Nitrogen doping induces local magnetic moments and spin-dependent transport.
Impurities can cause strong localization and distinctive scattering in graphene.
Abstract
We theoretically study the atomic structure and energetics of silicon and silicon-nitrogen impurities in graphene. Using density-functional theory, we get insight into the atomic structures of the impurities, evaluate their formation energies and assess their abundance in realistic samples. We find that nitrogen, as well as oxygen and hydrogen, are trapped at silicon impurities, considerably altering the electronic properties of the system.
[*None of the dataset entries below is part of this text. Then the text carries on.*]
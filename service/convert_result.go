package service

import (
	"fmt"
	"strings"

	pb "limitary/api/limitary/v1"
	"limitary/internal/chart"
	"limitary/internal/decimal"
	"limitary/internal/definition"
	"limitary/internal/store"
)

// Bounds of a result that no chart is needed to check.
const (
	// readingBytesMax bounds the text of a reading: more digits than any instrument has.
	readingBytesMax = 64
)

// resultFromProto reads a control result. What depends on its chart is checked by definition.Result.Prepare.
func resultFromProto(in *pb.Result) (definition.Result, error) {
	r := definition.Result{
		Chart: in.GetChart(), Source: in.GetSource(), SourceID: in.GetSourceId(), MeasuredText: in.GetMeasuredAt(),
		Lot: in.GetLot(), RunID: in.GetRunId(), Position: in.GetPosition(), Replicate: in.GetReplicate(),
		RepeatOf: in.GetRepeatOf(), Readings: in.GetReadings(), Count: countFromProto(in.GetCount()), Unit: in.GetUnit(),
		Material: in.GetMaterial(), Analyst: in.GetAnalyst(), Instrument: in.GetInstrument(), Labels: in.GetLabels(),
	}
	err := first(definition.CheckSlug("chart", r.Chart), checkName("source", r.Source, 1), checkName("source_id", r.SourceID, 1))
	if err != nil {
		return r, err
	}
	if len(r.Readings) > chart.SubgroupSizeMax {
		return r, &definition.Error{Reason: definition.WrongReadingCount, Field: "readings",
			Text: fmt.Sprintf("%d readings: no subgroup holds more than %d", len(r.Readings), chart.SubgroupSizeMax)}
	}
	for i, text := range r.Readings {
		if len(text) > readingBytesMax {
			return r, definition.Invalid(fmt.Sprintf("readings[%d]", i), "%d bytes long, the limit is %d", len(text), readingBytesMax)
		}
	}
	if r.MeasuredAt, err = definition.ParseMeasuredAt(r.MeasuredText); err != nil {
		return r, err
	}
	if role := in.GetRole(); role < pb.ResultRole_RESULT_ROLE_UNSPECIFIED || role > pb.ResultRole_RESULT_ROLE_SETUP {
		return r, definition.Invalid("role", "%d: no such value", role)
	}
	r.Role = definition.Role(in.GetRole())
	return r, nil
}

func countFromProto(in *pb.Count) *chart.Count {
	if in == nil {
		return nil
	}
	return &chart.Count{Nonconforming: in.Nonconforming, Inspected: in.Inspected}
}

func resultToProto(r definition.Result) *pb.Result {
	measured := r.MeasuredText
	if measured == "" {
		measured = r.MeasuredAt.UTC().Format("2006-01-02T15:04:05.999999Z07:00")
	}
	var count *pb.Count
	if r.Count != nil {
		count = &pb.Count{Nonconforming: r.Count.Nonconforming, Inspected: r.Count.Inspected}
	}
	return &pb.Result{
		Count: count, Chart: r.Chart, Source: r.Source, SourceId: r.SourceID, MeasuredAt: measured, Lot: r.Lot, RunId: r.RunID,
		Position: r.Position, Replicate: r.Replicate, Role: pb.ResultRole(r.Role), RepeatOf: r.RepeatOf, Readings: r.Readings, Unit: r.Unit,
		Material: r.Material, Analyst: r.Analyst, Instrument: r.Instrument, Labels: r.Labels,
	}
}

// verdictToProto writes a verdict on a result of the material with the readings.
func verdictToProto(v store.Verdict, material string, readings []string) *pb.ResultVerdict {
	out := &pb.ResultVerdict{
		Standing: standingToProto(v.Standing), Reason: notJudgedToProto(v.Reason), ByBound: v.ByBound, Version: int32(v.Version), Judge: int32(v.Judge),
		Instruction: v.Instruction, RecordedAt: timeToProto(v.RecordedAt),
	}
	for role, t := range v.Traces {
		if !t.Point {
			continue
		}
		trace := traceVerdictToProto(t.Statistic, t.Scale, t.Lines)
		trace.Original = originalVerdict(v.By, chart.Role(role), material, t.Statistic, t.Lines)
		if chart.Role(role) == chart.Location {
			asMeasured(trace.Original, readings)
		}
		if chart.Role(role) == chart.Location {
			out.Location = trace
		} else {
			out.Dispersion = trace
		}
	}
	for _, h := range v.Hits {
		out.Hits = append(out.Hits, &pb.ResultHit{
			Trace: roleToProto(h.Role), Rule: h.Rule, Side: sideToProto(h.Side), Consequence: consequenceToProto(h.Consequence),
			WindowFirst: keyOfResult(h.WindowFirst), FirstCounting: keyOfResult(h.FirstCounting),
		})
	}
	return out
}

// asMeasured gives a single reading as it was measured: what is judged was rounded on another scale, and back in the unit
// it would be another figure.
func asMeasured(o *pb.OriginalScale, readings []string) {
	if o == nil || len(readings) != 1 {
		return
	}
	if r, err := decimal.ParseReading(readings[0]); err == nil && r.Bound == decimal.Measured {
		o.Statistic = &r.Value
	}
}

func storedToProto(s store.StoredResult) *pb.StoredResult {
	return &pb.StoredResult{
		Result: resultToProto(s.Result), Revision: int32(s.Revision), Voided: s.Voided, Poster: s.Poster,
		RecordedAt: timeToProto(s.RecordedAt), Verdict: verdictToProto(s.Verdict, s.Result.Material, s.Result.Readings),
	}
}

func storedAllToProto(in []store.StoredResult) []*pb.StoredResult {
	out := make([]*pb.StoredResult, len(in))
	for i, s := range in {
		out[i] = storedToProto(s)
	}
	return out
}

func revisionToProto(r store.Revision) *pb.ResultRevision {
	out := &pb.ResultRevision{
		Revision: int32(r.Number), Result: resultToProto(r.Result), Voided: r.Voided, Author: r.Author, ConfirmedBy: r.ConfirmedBy,
		ReasonCode: r.ReasonCode, Reason: r.ReasonText, RecordedAt: timeToProto(r.RecordedAt),
	}
	for _, v := range r.Verdicts {
		out.Verdicts = append(out.Verdicts, verdictToProto(v, r.Result.Material, r.Result.Readings))
	}
	return out
}

// postedToProto answers row i of a post.
func postedToProto(i int, row *pb.Result, p store.Posted) *pb.PostedResult {
	out := &pb.PostedResult{Outcome: pb.PostOutcome(p.Outcome), Chart: row.GetChart(), Source: row.GetSource(), SourceId: row.GetSourceId()}
	if e := p.Problem; e != nil {
		out.Reason, out.Field = reasonToProto(e.Reason), rowField(i, e.Field)
		out.Message = e.Text
		if out.Field != "" {
			out.Message = out.Field + ": " + e.Text
		}
	}
	switch p.Outcome {
	case store.Accepted:
		out.Verdict = verdictToProto(p.First, row.GetMaterial(), row.GetReadings())
	case store.Duplicate:
		out.Verdict, out.CurrentVerdict = verdictToProto(p.First, row.GetMaterial(), row.GetReadings()), verdictToProto(p.Current, row.GetMaterial(), row.GetReadings())
	case store.Conflict:
		out.Stored, out.CurrentVerdict = resultToProto(p.Stored), verdictToProto(p.Current, row.GetMaterial(), row.GetReadings())
	}
	if p.HasTrack {
		out.TrackState = trackStateToProto(p.TrackState)
	}
	return out
}

// rowField gives the path of a field of row i; what is already a path stays as it is.
func rowField(i int, field string) string {
	if field == "" || strings.HasPrefix(field, "results[") {
		return field
	}
	return fmt.Sprintf("results[%d].%s", i, field)
}

func updatesToProto(in []store.TrackUpdate) []*pb.TrackUpdate {
	out := make([]*pb.TrackUpdate, len(in))
	for i, u := range in {
		t := &pb.TrackUpdate{
			Chart: u.Track.Chart, Lot: u.Track.Lot, State: trackStateToProto(u.Track.State()), OpenSignals: int32(u.Track.OpenSignals),
			ResultsRejudged: int64(u.Rejudged),
		}
		for _, c := range u.Signals {
			t.Signals = append(t.Signals, &pb.SignalUpdate{
				Signal: c.SignalID, Change: signalChangeToProto(c.Change), Trace: roleToProto(c.Role), Rule: c.Rule,
				Side: sideToProto(c.Side), Consequence: consequenceToProto(c.Consequence),
			})
		}
		if u.OrderNotKnown {
			t.Findings = append(t.Findings, orderNotKnown())
		}
		out[i] = t
	}
	return out
}

func orderNotKnown() *pb.Finding {
	return &pb.Finding{
		Code:      "ORDER_NOT_KNOWN",
		Text:      "Results of this track have equal times and no position, so their order is that of their source and id.",
		Advice:    "Post positions, or times fine enough to tell results apart.",
		CouldMiss: "A pattern among results whose true order differs, and one that is there only in this order.",
	}
}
Furthermore, we show that nitrogen doping can induce local magnetic moments resulting in spin-dependent transport properties, even though neither silicon nor nitrogen impurities are magnetic by themselves. To simulate large systems with many randomly distributed impurities, we derive tight-binding models that describe the effects of the impurities on graphene {\pi} electron structure. Then by using the linear-scaling real-space Kubo-Greenwood method,…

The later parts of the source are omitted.